Wall Street Journalの社説が圧巻。これが新聞社の社説であり、信頼できる言動の本質だ。Wall Street Journalは手放しにトランプ氏を評価も批判もしない。政党も対等に扱う。イスラエルに親近感を持ち過ぎていて、ロシアとイランを嫌うな、とは思う時もあるが。そんな彼らが今回、気にしたのは大統領の機密だった。機密が知られたことでウクライナやオーストラリアに不利益が生じただけでなく、アメリカの信任は大きく落ちる。秘密が守れない人に大事な話は届かなくなる。大統領には多くの秘密があってしかるべきだし、内部告発の名で何もかもが漏れてくるトランプ政権は、トランプ氏への忠誠心以前の問題に陥っている。Wall Street Journalの指摘はもっともだ。アメリカ大統領の不利益はアメリカ国民の不利益に直結する。トランプ氏の好き嫌いや是非を論じることと、トランプ氏の仕事を進まなくさせるのは別に扱った方がいい。当然の話だ。公務員はとかく気に入らない政治家の足下をすくう。リークなどの手法を使って。それを食い止めるために安倍政権は人事権を掌握したのだろうが、逆効果と呼べるほどの政権暴走を招いてしまった。どちらも大きな問題だ。メディアが冷静に警告できるアメリカは恵まれている。毎日の憶測と伝聞による社説のクオリティを見ると、日本の残念さが判る。

朝日新聞・社説
外国人の就学 社会の姿勢が問われる

これがなし崩しで動く日本型行政の典型的なパターン。教育委員会も文科省も絶対に10年以上前から気づいていたはず。それでも無関係を装い、無視してきた。同じことは警察にも、司法にも、農政にさえ起きているだろう。決めなければやらない。平然と無関心を装う。何事もなかったことを語る工作さえする。それは尭聖だけの話ではない。民間も同様だ。関電でも、かんぽでも、NHKでも…日本全体に蔓延っている悪弊だ。この悪弊が信頼を破滅させ、日本経済を衰退させているというのに。日本人なら、誰もが知っている。日本人の勤勉さなど偽装であり、幻想だ。

朝日新聞・社説
かんぽ不正 これでは信頼は戻らぬ

9.28にはなぜかNHKを批判していた朝日が、こんどはかんぽを攻撃。
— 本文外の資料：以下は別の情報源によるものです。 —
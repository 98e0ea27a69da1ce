"""A ledger: entries that are only ever added to, each chained to the one before."""

from __future__ import annotations

import datetime as dt
import getpass
from collections.abc import Callable, Collection, Iterator, Sequence
from contextlib import contextmanager
from pathlib import Path
from types import TracebackType
from typing import Any

import sqlalchemy as sa

from miner.errors import LedgerError, explain
from miner.settings.values import nearest

from . import chain, schema
from .places import Place
from .records import Entry, Item, Verified
from .rows import (
    add_entries,
    as_entry,
    as_stored,
    conditions,
    last_number,
    page_of,
    rule_names,
)

BEFORE_ALL = -(2**62)  # a number that no entry has, not even one that somebody forged


def open_ledger(
    where: str | Path, *, create: bool = True, read_only: bool = False, wait_seconds: float = 60.0
) -> Ledger:
    """Open a ledger, bringing its schema up to date.

    Parameters
    ----------
    where : path of a SQLite file, or a URL (sqlite:///, postgresql://)
    create : make it if it is not there
    read_only : neither make nor change anything
    wait_seconds : how long to wait for others who are writing

    Raises
    ------
    LedgerError : it is not there, is no ledger, is of a newer version of this program, or its
        database does not answer
    """
    place = Place(where, wait_seconds=wait_seconds)
    version = _version(place)
    if version == 0 and (read_only or not create):
        raise LedgerError(explain(place.label, "ledger", *_nothing_in(place)))
    if version < schema.NEWEST and not read_only:
        with place.appending(create=create) as connection:
            version = _known(schema.version_of(connection), place)  # others may have been here
            if version == 0 and place.file is not None and schema.other_tables(connection):
                rule, found = "be a file of its own", "a database that holds other tables"
                raise LedgerError(explain(place.label, "ledger", rule, found, "Name another file."))
            schema.migrate(connection, version, schema.NEWEST, _now())
    return Ledger(place, read_only=read_only)


def has_ledger(where: str | Path) -> bool:
    """Whether there is a ledger already.

    Raises
    ------
    LedgerError : what is there cannot be read
    """
    place = Place(where, wait_seconds=60.0)
    try:
        return _version(place) > 0
    finally:
        place.close()


def _nothing_in(place: Place) -> tuple[str, str, str]:
    if place.file is None or not place.file.exists():
        return "be there", "nothing", "Check where it is."
    if place.file.stat().st_size == 0:
        advice = "Nothing was ever entered in it; check the path."
        return "hold a ledger", "an empty file", advice
    return "hold a ledger", "a database without one", "Check the path."


def _version(place: Place) -> int:
    if place.file is not None and not place.file.exists():
        return 0
    with place.reading() as connection:
        return _known(schema.version_of(connection), place)


def _known(version: int, place: Place) -> int:
    if version > schema.NEWEST:
        rule = f"be of version {schema.NEWEST} or older"
        advice = "A newer version of this program made it: use that one."
        raise LedgerError(explain(place.label, "ledger", rule, f"version {version}", advice))
    return version


def login_name() -> str:
    """The name of whoever runs this, as far as the system knows."""
    try:
        return getpass.getuser()
    except (OSError, KeyError, ImportError):  # no such user in the system's list
        return "unknown"


class Turn:
    """What one who holds the ledger alone can do: read what is there, and append to it."""

    def __init__(self, connection: sa.Connection, now: Callable[[], str], label: str) -> None:
        self._connection = connection
        self._now = now
        self._label = label

    def append(self, items: Sequence[Item], *, who: str, why: str) -> tuple[Entry, ...]:
        """Add entries; they are in the ledger once the turn has ended. See ``Ledger.append``."""
        return add_entries(self._connection, items, who, why, self._now(), self._label)

    def entries(
        self,
        *,
        kinds: Collection[str] | None = None,
        rule: str | None = None,
        quarter: str | None = None,
        after: int = 0,
    ) -> Iterator[Entry]:
        """The entries there are, appended ones included. See ``Ledger.entries``."""
        wanted = conditions(kinds, rule, quarter)
        last = last_number(self._connection)
        while rows := page_of(self._connection, wanted, after, last):
            yield from (as_entry(row, self._label) for row in rows)
            after = rows[-1].number

    def verify(self) -> Verified:
        """Check every entry there is and the chain of hashes. See ``Ledger.verify``."""
        return chain.verify(self._stored())

    def _stored(self) -> Iterator[chain.Stored]:
        last, after = last_number(self._connection), BEFORE_ALL
        while rows := page_of(self._connection, [], after, last):
            yield from (as_stored(row) for row in rows)
            after = rows[-1].number


class Ledger:
    """A ledger, as ``open_ledger`` returns it; to be used in a ``with`` block or closed.

    Any number of processes and threads can use one database at once.
    """

    def __init__(self, place: Place, *, read_only: bool) -> None:
        self._place = place
        self._read_only = read_only

    @property
    def label(self) -> str:
        """Where it is, without user or password."""
        return self._place.label

    def append(self, items: Sequence[Item], *, who: str, why: str) -> tuple[Entry, ...]:
        """Add entries in one transaction: all of them or none. They are on disk when this returns.

        Raises
        ------
        LedgerError : an item is not what its kind must be, or the database does not take them
        """
        with self.exclusive() as turn:
            added = turn.append(items, who=who, why=why)
        return added

    @contextmanager
    def exclusive(self) -> Iterator[Turn]:
        """Hold the ledger alone, to read, decide and append with nobody coming between.

        Everything appended in the block is one transaction: on disk when the block ends, gone if it
        raises. Others who want to append wait, so compute what is slow before it.

        Raises
        ------
        LedgerError : somebody else holds it for too long, or the database does not answer
        """
        if self._read_only:
            rule, found = "be open for writing", "one open for reading only"
            raise LedgerError(explain(self.label, "ledger", rule, found))
        with self._place.appending() as connection:
            yield Turn(connection, _now, self.label)

    def entries(
        self,
        *,
        kinds: Collection[str] | None = None,
        rule: str | None = None,
        quarter: str | None = None,
        after: int = 0,
    ) -> Iterator[Entry]:
        """The entries that are there when the first is asked for, in the order of their numbers.

        Parameters
        ----------
        kinds, rule, quarter : only those of these
        after : only those with a larger number

        Raises
        ------
        LedgerError : one cannot be read, or the database does not answer
        """
        for rows in self._pages(conditions(kinds, rule, quarter), after):
            yield from (as_entry(row, self.label) for row in rows)

    def _pages(self, wanted: Sequence[Any], after: int) -> Iterator[Sequence[Any]]:
        """Rows, a page and short transaction at a time, so that no reader holds up a writer."""
        last = None
        while True:
            with self._place.reading() as connection:
                last = last_number(connection) if last is None else last
                rows = page_of(connection, wanted, after, last)
            if not rows:
                return
            yield rows
            after = rows[-1].number

    def life(self, rule: str, *, must_be_known: bool = False) -> tuple[Entry, ...]:
        """Everything about one rule, oldest first.

        Where it ``must_be_known``, the beginning of its id is enough if no other begins so.

        Raises
        ------
        LedgerError : there is nothing about it although ``must_be_known``
        """
        found = tuple(self.entries(rule=rule))
        if not found and must_be_known:
            with self._place.reading() as connection:
                names = rule_names(connection)
            begun = [name for name in names if rule and name.startswith(rule)]
            if len(begun) == 1:
                return self.life(begun[0])
            advice = f"Several begin so: {', '.join(begun[:5])}." if begun else nearest(rule, names)
            told = explain(self.label, "rule", "be one the ledger knows", f'"{rule}"', advice)
            raise LedgerError(told)
        return found

    def last(self) -> Entry | None:
        """The last entry, or None in an empty ledger."""
        with self._place.reading() as connection:
            number = last_number(connection)
            rows = page_of(connection, [], number - 1, number)
        return as_entry(rows[0], self.label) if rows else None

    def verify(self, known: str | None = None) -> Verified:
        """Check every entry and the chain of hashes; stops at the first that is not whole.

        Parameters
        ----------
        known : a hash noted earlier. It has to be that of an entry: a removed tail shows only so
        """
        rows = (row for page in self._pages([], BEFORE_ALL) for row in page)
        return chain.verify((as_stored(row) for row in rows), known)

    def close(self) -> None:
        """Let go of the database."""
        self._place.close()

    def __enter__(self) -> Ledger:
        return self

    def __exit__(
        self,
        kind: type[BaseException] | None,
        error: BaseException | None,
        trace: TracebackType | None,
    ) -> None:
        self.close()


def _now() -> str:
    return dt.datetime.now(dt.UTC).isoformat(timespec="microseconds").replace("+00:00", "Z")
NHKへの批判は経営委員会だから…とでも言い訳するのだろうが、朝日のセンスが揺らぎ、世論の風見鶏になっている証拠。信頼度が著しく下がった。最近、朝日の凋落ぶりが目立つ。

産経新聞・社説
ゲノム編集食品 風評禍の阻止に取り組め

9.25に朝日が、取り上げた話題。驚いた。産経はゲノム編集の情報を風評と見ているらしい。さすが国策を推す新聞。原発と同じ結末になった時の致命傷は想像さえできないから予防すると考えるのが国策のセオリー。仕事を放棄したような消費者庁の肩を持って国策を盲信しろと言うことか?産経が大好きなアメリカのFDAがどれくらい厳しいかを調べてみたらどうだろう?それが通常の国家行政のする仕事だ。

読売新聞・社説
大規模停電 復旧遅れを真摯に検証せよ

ふるさと納税 趣旨逸脱許さなかった総務省

政府の広報紙状態になっている読売。大規模停電もやけに政府を重んじているが、自らは取材に出向いたのだろうか?ヘリを飛ばした程度では?過疎化が進む自治体に人がいなければ、報告も遅れることだろう。もう日本の地方自治も、人減らしが進んだ惨状も、サービス悪化が目に見えるほど進んだという現実が露呈しただけだ。これが東京で起こったらどうなるかをシミュレーションした方がいいのでは?同じことは確実に起きる。
ふるさと納税も嗤える。総務省が総務省の中で争っている。そのバカバカしさを否定もせずに生真面目に報告している。コントのような社説を良く書いたものだ。政府しか見ていない姿勢が、読売をどんどん盲目にしている。

Comments are closed.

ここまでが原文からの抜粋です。